We report on a systematic numerical exploration of the vesicle dynamics in a channel, which is a model of red blood cells in microcirculation. We find a spontaneous transition, called swirling, from straight motion with axisymmetric shape to a motion along a helix with a stationary deformed shape that rolls on itself and spins around the flow direction. We also report on a planar oscillatory motion of the mass center, called three-dimensional snaking for which the shape deforms periodically. Both emerge from supercritical pitchfork bifurcation with the same threshold. The universality of these oscillatory dynamics emerges from Hopf bifurcations with two order parameters.
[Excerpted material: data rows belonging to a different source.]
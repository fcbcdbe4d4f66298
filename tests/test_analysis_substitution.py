r"""Substitution of non-detects as an explicitly named comparison (issue 4
item 1): ``[exposure] substitution = [0.5, 0.7071]`` refits the same family
with every non-detect set to that fraction of its detection limit and
reports the PAF beside the main (left-censored likelihood) one; it never
becomes the main result.

References: closed-form lognormal maximum likelihood (mean and divisor-n SD
of ln x) for the substituted fits; scipy.stats' censored-data fit
(``CensoredData`` with ``lognorm.fit``) for the main fit; the lognormal
mean for the PAF with a linear curve. Inputs are invented.
"""

from __future__ import annotations

import math

import numpy as np
import pytest
from scipy import stats

from doseattr.analysis.config import analysis_from_dict
from doseattr.analysis.pipeline import run_analysis
from doseattr.errors import InputError

DETECTED = np.array([2.0, 3.5, 4.1, 6.0, 8.8, 15.2, 5.5, 2.7, 11.0])
LIMITS = np.array([1.0, 1.0, 2.0])
B = 0.05  # RR = 1 + B x


def _table() -> str:
    rows = [f"{v:g}" for v in DETECTED] + [f"<{v:g}" for v in LIMITS]
    return "value\n" + "\n".join(rows) + "\n"


def _run(tmp_path, fractions, text=None, family="lognormal"):
    (tmp_path / "m.csv").write_text(text or _table())
    d = {"unit": "ug/m3", "curve": {"model": "linear", "err": B, "beyond": "extend"},
         "exposure": {"table": "m.csv", "family": family, "substitution": fractions}}
    return run_analysis(analysis_from_dict(d, base_dir=tmp_path))


def _paf(gm, gsd):
    """1 - 1/(1 + b E[X]) with the lognormal mean GM exp(ln^2 GSD / 2)."""
    return 1 - 1 / (1 + B * gm * math.exp(math.log(gsd) ** 2 / 2))


def test_substituted_fits_and_their_difference(tmp_path):
    fractions = [0.5, 1 / math.sqrt(2)]
    r = _run(tmp_path, fractions)
    rows = r.to_dict()["exposure"]["substitution"]
    assert [row["fraction"] for row in rows] == fractions
    for row, k in zip(rows, fractions):
        lx = np.log(np.concatenate([DETECTED, k * LIMITS]))
        gm, gsd = math.exp(lx.mean()), math.exp(lx.std())
        np.testing.assert_allclose([row["parameters"]["gm"], row["parameters"]["gsd"]],
                                   [gm, gsd], rtol=1e-6)
        np.testing.assert_allclose(row["paf"], _paf(gm, gsd), rtol=1e-6)
        np.testing.assert_allclose(row["difference"], row["paf"] - r.paf.estimate, rtol=1e-12)


def test_main_result_stays_the_censored_fit(tmp_path):
    """The main parameters are scipy's left-censored maximum likelihood
    (location fixed at 0), not any substituted fit."""
    r = _run(tmp_path, [0.5])
    data = stats.CensoredData(uncensored=DETECTED, left=LIMITS)
    s, _, scale = stats.lognorm.fit(data, floc=0)
    p = r.to_dict()["exposure"]["parameters"]
    np.testing.assert_allclose([p["gm"], p["gsd"]], [scale, math.exp(s)], rtol=1e-4)
    np.testing.assert_allclose(r.paf.estimate, _paf(p["gm"], p["gsd"]), rtol=1e-8)


@pytest.mark.parametrize("fractions, message", [
    ([0], r"above 0 and at most 1"), ([1.5], r"above 0 and at most 1"),
    ([0.5, 0.5], r"listed twice"), ([], r"a list of numbers"),
])
def test_bad_fractions(tmp_path, fractions, message):
    with pytest.raises(InputError, match=rf"\[exposure\] key 'substitution'.*{message}"):
        _run(tmp_path, fractions)


def test_nothing_to_substitute(tmp_path):
    text = "value\n" + "\n".join(f"{v:g}" for v in DETECTED) + "\n"
    with pytest.raises(InputError, match=r"\[exposure\] key 'substitution'.*no values below a "
                                         r"detection limit"):
        _run(tmp_path, [0.5], text=text)


def test_needs_a_measurement_table():
    with pytest.raises(InputError, match=r"\[exposure\] key 'substitution'"):
        analysis_from_dict({"unit": "ug/m3", "curve": {"model": "linear", "err": B},
                            "exposure": {"gm": 5.0, "gsd": 2.0, "substitution": [0.5]}})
These two oscillatory dynamics are put in the context of vesicle shape and dynamics in the parameter space of reduced volume v, capillary number, and confinement. Phase diagrams are established for v = 0.95, v = 0.9, and v = 0.85 showing that oscillatory dynamics appears if the vesicle is sufficiently deflated. Stationary shapes (parachute/bullet/peanut, croissant, and slipper) are fixed points, while swirling and snaking are characterized by two limit cycles.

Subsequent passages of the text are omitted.